How to complete this task:
Go through the lines below one by one and count those holding the string "readonly". Give the count alone.

Stored data entries:
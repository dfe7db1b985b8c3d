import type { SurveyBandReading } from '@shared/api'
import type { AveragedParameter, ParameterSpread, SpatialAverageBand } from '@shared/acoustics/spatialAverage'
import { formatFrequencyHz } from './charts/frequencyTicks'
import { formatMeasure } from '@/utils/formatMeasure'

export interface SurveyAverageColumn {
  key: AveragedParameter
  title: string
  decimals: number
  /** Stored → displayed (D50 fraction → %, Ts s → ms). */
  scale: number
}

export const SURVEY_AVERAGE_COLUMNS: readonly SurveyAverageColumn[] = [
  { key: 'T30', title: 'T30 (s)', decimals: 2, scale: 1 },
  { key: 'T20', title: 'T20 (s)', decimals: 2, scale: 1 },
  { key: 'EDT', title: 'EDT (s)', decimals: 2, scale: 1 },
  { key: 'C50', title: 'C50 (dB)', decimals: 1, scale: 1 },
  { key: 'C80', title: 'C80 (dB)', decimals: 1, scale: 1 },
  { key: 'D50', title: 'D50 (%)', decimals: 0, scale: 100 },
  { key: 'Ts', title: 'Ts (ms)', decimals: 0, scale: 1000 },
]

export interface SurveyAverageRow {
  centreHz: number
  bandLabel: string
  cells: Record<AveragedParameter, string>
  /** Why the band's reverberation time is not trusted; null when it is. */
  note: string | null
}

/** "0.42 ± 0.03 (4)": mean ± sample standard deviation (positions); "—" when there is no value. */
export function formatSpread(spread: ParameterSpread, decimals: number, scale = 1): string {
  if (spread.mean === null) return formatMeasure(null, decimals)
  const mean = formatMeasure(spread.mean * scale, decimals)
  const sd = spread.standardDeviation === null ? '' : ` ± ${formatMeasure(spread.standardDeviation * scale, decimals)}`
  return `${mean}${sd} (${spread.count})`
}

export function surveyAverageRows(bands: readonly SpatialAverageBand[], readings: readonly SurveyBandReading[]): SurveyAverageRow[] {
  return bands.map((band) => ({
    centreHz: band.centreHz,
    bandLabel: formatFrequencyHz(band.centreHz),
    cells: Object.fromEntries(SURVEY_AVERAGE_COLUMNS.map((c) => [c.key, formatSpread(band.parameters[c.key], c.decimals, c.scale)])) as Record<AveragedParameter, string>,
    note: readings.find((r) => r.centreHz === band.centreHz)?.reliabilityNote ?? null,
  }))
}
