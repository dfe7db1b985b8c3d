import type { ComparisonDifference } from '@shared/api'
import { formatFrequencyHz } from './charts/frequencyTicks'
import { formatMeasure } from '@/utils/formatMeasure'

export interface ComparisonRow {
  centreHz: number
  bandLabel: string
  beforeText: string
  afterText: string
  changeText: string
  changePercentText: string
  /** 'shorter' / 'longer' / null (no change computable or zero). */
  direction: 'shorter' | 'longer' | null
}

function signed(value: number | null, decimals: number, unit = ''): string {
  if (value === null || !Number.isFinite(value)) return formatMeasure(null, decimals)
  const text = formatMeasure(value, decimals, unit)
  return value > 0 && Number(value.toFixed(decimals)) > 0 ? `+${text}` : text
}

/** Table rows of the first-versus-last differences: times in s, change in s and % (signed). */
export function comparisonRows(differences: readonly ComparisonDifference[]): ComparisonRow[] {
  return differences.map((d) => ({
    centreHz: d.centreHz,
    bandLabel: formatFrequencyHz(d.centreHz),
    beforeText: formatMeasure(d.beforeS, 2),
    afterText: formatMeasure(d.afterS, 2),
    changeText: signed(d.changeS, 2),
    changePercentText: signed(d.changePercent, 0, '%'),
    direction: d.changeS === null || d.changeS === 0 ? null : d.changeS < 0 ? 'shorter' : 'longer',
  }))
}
* * *
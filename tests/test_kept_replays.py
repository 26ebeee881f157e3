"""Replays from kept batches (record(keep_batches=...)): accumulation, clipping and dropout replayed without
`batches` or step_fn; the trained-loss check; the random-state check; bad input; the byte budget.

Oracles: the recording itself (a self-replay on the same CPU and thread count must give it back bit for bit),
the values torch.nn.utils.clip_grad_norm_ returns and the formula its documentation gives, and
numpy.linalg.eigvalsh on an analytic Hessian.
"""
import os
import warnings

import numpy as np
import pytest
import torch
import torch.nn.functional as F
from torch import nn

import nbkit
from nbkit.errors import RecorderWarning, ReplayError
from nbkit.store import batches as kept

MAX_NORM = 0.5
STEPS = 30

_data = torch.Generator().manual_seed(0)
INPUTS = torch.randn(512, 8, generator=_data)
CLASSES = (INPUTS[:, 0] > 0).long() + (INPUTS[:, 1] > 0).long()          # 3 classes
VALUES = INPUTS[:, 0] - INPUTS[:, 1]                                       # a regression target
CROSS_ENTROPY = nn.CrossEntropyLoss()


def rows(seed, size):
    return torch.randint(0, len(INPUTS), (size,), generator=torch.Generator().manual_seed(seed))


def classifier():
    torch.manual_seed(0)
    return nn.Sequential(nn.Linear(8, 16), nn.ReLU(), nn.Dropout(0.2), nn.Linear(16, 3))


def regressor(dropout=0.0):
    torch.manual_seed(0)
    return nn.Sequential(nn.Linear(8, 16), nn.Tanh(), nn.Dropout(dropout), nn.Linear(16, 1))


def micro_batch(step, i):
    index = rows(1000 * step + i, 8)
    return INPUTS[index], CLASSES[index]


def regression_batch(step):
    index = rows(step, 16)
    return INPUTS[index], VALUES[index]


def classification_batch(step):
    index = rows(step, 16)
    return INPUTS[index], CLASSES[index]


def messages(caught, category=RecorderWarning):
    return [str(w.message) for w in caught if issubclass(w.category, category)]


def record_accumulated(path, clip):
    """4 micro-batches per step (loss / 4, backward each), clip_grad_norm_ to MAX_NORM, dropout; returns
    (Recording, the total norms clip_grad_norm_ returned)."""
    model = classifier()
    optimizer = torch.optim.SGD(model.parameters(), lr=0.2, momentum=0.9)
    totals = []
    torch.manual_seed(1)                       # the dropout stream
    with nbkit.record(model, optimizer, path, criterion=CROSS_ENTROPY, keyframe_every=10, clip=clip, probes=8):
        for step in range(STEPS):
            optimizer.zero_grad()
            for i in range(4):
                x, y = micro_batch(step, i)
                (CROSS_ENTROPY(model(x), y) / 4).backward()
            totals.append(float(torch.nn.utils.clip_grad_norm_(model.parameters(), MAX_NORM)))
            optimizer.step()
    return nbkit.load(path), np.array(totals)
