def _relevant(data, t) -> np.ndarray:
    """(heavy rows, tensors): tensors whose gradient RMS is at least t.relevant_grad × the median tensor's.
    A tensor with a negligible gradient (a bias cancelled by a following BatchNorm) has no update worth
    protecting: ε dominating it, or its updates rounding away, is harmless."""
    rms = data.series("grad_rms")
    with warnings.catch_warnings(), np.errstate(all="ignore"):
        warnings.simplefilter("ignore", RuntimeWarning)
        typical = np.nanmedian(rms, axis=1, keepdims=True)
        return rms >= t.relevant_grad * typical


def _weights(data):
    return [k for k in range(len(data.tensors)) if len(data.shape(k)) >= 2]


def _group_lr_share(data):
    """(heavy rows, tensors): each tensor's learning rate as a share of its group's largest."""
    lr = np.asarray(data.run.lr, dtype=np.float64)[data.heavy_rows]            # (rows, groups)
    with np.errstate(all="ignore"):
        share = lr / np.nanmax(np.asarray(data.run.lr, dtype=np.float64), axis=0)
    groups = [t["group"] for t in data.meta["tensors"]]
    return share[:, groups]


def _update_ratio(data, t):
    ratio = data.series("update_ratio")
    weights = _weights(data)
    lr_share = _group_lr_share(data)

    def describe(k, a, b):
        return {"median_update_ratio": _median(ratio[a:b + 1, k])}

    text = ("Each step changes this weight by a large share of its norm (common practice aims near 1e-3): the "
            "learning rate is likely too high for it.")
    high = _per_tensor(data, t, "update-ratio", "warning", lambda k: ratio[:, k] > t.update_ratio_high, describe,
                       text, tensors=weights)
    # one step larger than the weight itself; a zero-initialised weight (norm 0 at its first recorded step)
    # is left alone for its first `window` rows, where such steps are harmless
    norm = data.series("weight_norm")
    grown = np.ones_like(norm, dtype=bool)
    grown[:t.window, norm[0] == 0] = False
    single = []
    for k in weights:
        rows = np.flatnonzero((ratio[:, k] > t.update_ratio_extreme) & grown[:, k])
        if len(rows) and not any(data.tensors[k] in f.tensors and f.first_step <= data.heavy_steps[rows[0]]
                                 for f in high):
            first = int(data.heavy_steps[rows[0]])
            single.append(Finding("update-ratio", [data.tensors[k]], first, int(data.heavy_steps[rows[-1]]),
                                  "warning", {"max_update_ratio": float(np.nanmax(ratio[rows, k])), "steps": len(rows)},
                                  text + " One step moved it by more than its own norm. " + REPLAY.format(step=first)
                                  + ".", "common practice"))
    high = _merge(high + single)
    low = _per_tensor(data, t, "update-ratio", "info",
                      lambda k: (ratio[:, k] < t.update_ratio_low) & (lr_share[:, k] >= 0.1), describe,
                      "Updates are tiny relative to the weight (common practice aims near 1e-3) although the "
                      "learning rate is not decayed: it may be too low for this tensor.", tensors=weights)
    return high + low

Exercise answer:
3